**Exercise objective**
Keep every line of the data below that has the string "bool" and present those lines.

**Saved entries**
○ ○ ○ ○

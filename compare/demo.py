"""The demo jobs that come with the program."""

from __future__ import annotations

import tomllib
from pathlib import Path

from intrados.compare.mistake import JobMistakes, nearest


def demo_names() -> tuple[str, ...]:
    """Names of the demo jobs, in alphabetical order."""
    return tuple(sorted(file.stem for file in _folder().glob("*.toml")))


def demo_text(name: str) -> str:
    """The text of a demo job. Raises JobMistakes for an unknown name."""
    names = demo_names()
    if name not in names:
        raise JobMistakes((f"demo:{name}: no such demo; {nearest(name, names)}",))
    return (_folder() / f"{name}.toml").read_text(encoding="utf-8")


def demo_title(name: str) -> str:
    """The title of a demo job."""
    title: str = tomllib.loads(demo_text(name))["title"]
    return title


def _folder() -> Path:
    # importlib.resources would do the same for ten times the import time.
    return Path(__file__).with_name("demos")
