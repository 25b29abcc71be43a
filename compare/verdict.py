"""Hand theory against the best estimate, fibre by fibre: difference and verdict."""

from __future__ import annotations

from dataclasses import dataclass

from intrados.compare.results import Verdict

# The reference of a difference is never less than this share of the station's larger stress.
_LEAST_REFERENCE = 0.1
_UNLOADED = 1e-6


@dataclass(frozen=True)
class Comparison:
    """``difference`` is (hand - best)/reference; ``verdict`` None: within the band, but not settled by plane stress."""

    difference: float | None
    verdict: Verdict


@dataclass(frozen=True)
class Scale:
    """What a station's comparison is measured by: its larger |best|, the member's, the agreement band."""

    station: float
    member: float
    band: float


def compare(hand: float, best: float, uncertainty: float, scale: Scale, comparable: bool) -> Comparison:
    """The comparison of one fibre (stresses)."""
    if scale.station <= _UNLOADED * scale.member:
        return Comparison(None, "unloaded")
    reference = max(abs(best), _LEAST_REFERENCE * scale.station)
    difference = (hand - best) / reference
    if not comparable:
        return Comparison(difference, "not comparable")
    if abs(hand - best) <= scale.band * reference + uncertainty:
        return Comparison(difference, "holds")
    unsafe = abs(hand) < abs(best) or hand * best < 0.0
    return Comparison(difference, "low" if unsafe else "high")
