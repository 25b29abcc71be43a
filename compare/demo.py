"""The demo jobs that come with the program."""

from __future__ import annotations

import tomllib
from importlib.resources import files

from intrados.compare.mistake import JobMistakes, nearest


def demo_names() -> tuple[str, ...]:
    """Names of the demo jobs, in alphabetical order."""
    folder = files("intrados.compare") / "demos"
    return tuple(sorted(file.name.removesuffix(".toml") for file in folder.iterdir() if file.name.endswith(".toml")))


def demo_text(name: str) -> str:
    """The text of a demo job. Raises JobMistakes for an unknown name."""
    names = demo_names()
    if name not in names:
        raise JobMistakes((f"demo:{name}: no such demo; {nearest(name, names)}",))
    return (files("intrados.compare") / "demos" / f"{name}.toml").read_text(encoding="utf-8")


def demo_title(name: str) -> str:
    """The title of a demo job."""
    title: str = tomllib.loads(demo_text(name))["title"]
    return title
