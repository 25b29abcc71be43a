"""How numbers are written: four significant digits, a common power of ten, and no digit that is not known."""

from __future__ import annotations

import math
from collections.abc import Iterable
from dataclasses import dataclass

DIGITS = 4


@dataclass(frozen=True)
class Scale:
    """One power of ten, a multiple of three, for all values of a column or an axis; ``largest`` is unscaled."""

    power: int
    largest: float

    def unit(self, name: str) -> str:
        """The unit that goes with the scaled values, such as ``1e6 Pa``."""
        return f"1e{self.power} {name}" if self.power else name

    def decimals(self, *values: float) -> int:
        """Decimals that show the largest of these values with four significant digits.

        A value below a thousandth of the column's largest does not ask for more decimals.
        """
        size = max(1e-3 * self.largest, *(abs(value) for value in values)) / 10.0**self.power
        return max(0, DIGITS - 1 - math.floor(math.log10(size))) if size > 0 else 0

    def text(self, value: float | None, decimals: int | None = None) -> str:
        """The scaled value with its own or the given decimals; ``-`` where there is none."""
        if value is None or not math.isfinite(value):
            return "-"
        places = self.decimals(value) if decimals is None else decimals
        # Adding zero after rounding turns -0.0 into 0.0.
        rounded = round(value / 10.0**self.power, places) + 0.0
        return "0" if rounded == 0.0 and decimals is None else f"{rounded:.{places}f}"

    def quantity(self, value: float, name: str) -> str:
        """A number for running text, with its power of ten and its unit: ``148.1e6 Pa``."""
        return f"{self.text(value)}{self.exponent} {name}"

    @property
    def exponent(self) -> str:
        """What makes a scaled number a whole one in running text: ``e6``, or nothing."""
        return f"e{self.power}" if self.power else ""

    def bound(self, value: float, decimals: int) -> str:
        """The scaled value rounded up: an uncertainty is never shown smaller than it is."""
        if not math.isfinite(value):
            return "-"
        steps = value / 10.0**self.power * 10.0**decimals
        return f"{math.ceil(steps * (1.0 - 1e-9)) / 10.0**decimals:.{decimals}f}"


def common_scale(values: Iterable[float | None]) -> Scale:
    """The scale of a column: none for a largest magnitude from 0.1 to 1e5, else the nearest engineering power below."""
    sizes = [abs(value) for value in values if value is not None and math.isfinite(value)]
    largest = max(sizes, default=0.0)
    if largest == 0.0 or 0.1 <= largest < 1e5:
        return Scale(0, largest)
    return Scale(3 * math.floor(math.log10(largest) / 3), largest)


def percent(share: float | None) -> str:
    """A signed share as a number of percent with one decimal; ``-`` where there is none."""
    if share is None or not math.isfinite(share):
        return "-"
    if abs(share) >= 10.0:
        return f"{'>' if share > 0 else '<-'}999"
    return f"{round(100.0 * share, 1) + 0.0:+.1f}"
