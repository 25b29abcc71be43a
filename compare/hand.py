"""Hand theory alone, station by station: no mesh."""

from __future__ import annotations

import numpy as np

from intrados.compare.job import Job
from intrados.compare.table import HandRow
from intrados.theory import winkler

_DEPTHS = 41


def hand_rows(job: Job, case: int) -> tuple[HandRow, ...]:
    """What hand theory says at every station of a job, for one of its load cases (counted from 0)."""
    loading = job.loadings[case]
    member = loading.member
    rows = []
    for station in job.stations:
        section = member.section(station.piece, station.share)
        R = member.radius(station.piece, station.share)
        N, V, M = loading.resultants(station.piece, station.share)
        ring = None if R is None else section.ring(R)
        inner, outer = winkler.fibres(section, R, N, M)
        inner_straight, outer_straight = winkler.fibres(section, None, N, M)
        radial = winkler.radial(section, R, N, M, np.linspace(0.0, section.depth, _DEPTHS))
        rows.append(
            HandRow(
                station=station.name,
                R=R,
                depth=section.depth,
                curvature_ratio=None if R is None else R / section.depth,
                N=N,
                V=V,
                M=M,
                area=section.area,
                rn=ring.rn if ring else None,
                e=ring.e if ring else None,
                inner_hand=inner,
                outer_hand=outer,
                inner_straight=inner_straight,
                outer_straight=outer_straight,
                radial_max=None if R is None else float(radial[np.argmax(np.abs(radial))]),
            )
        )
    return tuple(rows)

○ ○ ○ ○

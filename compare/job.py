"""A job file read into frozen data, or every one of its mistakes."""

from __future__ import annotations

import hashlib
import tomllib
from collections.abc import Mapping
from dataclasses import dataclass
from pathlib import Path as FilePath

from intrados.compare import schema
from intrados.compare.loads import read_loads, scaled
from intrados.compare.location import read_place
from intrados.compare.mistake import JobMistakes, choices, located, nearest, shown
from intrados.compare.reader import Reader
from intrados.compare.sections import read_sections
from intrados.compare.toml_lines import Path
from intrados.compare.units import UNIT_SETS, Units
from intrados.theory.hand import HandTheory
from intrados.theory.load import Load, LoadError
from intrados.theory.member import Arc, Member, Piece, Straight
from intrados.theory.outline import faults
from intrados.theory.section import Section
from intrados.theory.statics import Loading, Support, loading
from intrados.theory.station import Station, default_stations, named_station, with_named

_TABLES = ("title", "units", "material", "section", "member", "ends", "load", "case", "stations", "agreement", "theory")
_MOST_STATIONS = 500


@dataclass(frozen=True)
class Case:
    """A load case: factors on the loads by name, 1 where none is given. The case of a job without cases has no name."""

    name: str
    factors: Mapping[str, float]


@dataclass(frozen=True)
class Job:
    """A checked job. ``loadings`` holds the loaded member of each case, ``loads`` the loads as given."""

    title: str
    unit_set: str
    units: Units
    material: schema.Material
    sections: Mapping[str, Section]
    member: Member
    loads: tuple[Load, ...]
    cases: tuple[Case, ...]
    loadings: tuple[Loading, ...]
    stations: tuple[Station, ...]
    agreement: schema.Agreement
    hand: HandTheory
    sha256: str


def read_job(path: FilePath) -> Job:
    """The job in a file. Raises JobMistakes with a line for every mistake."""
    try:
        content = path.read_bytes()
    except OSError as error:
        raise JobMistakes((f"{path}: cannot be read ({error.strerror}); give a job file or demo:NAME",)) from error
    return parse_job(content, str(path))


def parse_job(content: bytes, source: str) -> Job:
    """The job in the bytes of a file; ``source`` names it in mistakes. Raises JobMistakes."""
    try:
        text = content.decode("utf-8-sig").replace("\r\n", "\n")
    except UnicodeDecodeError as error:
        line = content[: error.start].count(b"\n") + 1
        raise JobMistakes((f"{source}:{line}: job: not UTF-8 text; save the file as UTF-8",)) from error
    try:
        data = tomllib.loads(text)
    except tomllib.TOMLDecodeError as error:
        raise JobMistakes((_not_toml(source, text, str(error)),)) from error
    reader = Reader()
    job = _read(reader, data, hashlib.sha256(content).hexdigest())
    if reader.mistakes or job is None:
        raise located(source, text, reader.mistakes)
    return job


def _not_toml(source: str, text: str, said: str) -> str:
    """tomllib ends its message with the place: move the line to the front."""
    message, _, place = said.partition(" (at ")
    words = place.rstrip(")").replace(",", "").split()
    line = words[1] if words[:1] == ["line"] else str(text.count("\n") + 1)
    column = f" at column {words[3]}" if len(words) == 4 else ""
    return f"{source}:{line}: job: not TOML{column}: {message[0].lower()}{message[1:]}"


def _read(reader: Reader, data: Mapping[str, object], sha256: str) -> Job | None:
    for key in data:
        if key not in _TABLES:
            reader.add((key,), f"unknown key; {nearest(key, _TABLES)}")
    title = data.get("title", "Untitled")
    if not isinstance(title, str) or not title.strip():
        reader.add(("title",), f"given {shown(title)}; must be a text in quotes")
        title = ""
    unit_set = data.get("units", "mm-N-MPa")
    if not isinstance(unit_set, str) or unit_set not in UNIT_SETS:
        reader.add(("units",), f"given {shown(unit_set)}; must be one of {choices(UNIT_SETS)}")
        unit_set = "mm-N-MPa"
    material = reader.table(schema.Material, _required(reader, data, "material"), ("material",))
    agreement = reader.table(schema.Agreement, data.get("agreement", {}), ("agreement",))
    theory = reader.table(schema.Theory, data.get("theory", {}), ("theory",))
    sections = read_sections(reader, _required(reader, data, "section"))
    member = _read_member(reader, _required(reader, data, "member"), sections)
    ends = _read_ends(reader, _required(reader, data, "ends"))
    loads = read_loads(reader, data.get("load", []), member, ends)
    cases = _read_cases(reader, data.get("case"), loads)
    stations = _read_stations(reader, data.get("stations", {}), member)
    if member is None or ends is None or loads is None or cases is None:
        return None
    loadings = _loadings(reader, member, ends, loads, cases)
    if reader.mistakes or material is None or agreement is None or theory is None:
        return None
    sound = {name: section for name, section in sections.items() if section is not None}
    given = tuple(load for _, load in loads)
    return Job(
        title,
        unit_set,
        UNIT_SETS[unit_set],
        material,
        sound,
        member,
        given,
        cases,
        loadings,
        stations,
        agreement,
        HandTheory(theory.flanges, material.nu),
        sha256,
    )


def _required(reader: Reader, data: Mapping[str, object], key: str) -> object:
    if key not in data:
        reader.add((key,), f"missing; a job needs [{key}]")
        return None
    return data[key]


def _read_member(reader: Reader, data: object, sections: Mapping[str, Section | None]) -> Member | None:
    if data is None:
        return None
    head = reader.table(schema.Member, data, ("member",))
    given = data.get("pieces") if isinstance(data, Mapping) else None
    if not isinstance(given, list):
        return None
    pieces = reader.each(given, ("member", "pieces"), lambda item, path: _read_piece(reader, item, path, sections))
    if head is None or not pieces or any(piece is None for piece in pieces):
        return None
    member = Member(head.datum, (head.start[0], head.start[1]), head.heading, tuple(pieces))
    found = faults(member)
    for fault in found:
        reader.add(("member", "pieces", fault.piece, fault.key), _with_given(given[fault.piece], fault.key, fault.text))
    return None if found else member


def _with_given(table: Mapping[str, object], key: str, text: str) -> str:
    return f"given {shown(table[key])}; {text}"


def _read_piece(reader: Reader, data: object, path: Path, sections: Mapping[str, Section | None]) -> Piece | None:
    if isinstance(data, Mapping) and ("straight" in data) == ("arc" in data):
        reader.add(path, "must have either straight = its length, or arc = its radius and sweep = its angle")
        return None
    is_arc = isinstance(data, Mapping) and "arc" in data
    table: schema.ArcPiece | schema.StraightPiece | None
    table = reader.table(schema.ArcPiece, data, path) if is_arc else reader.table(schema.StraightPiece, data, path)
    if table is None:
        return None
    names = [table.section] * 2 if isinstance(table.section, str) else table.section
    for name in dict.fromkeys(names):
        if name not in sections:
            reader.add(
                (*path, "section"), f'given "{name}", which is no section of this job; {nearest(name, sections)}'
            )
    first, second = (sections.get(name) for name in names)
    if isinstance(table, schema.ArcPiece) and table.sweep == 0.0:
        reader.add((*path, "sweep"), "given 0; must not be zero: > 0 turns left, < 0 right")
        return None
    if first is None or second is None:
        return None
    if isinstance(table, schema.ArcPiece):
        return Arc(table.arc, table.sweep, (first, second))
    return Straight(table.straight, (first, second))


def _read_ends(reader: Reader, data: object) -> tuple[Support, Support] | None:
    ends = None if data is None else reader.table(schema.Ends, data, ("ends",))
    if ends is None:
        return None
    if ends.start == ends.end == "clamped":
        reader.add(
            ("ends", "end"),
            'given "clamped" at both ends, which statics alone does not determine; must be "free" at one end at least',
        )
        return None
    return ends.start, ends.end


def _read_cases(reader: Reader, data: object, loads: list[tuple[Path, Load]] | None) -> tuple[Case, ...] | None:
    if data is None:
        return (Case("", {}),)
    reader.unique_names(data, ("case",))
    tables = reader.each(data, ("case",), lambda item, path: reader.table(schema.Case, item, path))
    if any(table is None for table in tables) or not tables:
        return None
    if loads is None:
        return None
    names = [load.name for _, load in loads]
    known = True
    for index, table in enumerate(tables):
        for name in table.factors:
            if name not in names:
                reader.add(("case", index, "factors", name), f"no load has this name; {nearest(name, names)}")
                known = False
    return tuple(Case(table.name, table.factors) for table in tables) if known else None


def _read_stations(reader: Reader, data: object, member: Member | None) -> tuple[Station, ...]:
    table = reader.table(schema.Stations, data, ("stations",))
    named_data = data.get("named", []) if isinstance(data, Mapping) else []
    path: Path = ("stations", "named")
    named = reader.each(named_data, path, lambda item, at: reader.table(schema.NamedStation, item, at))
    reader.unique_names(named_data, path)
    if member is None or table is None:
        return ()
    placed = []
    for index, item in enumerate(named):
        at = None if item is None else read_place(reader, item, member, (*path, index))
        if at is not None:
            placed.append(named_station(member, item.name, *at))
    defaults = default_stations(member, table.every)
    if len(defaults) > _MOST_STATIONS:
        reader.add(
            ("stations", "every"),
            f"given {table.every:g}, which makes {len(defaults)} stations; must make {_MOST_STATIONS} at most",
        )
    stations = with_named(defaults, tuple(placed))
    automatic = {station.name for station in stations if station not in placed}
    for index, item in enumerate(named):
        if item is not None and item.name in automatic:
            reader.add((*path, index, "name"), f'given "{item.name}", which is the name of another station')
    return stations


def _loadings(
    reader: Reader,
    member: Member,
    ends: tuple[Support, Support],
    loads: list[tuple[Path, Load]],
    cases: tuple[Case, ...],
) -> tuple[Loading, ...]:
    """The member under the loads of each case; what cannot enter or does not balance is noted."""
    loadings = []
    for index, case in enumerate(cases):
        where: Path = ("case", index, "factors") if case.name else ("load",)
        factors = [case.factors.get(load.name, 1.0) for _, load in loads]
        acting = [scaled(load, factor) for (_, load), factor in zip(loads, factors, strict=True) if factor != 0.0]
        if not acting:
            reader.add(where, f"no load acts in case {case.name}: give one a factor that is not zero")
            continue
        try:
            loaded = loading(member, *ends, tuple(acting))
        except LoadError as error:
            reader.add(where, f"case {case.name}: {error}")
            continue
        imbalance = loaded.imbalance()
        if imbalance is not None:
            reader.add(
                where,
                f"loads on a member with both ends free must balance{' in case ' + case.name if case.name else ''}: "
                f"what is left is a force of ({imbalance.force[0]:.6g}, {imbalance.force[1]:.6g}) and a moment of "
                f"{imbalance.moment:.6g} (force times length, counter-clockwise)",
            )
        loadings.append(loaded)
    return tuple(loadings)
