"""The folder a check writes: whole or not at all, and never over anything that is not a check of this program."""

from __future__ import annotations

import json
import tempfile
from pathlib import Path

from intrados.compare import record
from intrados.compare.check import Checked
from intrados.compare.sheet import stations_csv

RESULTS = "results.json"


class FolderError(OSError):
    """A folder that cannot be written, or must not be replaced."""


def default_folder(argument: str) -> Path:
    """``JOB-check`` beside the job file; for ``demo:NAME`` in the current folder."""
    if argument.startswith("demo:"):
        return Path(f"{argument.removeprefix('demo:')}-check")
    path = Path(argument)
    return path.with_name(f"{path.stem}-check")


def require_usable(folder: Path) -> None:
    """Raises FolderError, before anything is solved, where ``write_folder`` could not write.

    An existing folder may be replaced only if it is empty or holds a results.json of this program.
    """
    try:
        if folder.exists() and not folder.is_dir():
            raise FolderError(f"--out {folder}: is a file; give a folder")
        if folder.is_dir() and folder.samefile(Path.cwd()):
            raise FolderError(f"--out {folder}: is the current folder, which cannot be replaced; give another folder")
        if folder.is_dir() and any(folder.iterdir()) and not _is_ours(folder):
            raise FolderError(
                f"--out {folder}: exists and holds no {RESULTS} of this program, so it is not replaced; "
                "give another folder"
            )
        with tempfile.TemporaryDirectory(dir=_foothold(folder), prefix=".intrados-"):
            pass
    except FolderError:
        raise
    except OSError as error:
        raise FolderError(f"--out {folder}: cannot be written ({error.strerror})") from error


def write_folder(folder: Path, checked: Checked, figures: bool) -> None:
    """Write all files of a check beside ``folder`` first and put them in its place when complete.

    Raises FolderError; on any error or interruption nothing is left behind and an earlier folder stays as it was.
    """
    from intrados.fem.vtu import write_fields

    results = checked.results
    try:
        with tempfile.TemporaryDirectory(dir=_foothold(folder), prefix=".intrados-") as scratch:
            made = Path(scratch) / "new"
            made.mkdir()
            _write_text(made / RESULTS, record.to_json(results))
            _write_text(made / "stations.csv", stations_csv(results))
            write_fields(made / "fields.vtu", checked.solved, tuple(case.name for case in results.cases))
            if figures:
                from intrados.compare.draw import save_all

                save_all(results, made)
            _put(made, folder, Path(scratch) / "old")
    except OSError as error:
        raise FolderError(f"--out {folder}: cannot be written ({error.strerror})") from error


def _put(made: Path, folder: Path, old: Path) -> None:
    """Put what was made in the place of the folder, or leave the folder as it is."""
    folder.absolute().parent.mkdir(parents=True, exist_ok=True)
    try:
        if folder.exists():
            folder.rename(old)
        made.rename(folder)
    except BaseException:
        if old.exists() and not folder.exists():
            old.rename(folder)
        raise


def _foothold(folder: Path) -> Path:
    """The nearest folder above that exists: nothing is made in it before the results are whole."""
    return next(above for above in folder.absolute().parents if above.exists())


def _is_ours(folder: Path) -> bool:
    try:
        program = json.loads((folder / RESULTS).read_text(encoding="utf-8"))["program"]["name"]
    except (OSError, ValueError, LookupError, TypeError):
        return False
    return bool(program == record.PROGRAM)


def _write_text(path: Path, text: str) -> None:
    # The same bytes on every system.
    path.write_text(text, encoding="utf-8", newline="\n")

○ ○ ○ ○

**Your response**
def compare(hand: float, best: float, uncertainty: float, scale: Scale, comparable: bool) -> Comparison:
def write_folder(folder: Path, checked: Checked, figures: bool) -> None:
def _is_ours(folder: Path) -> bool:
    return bool(program == record.PROGRAM)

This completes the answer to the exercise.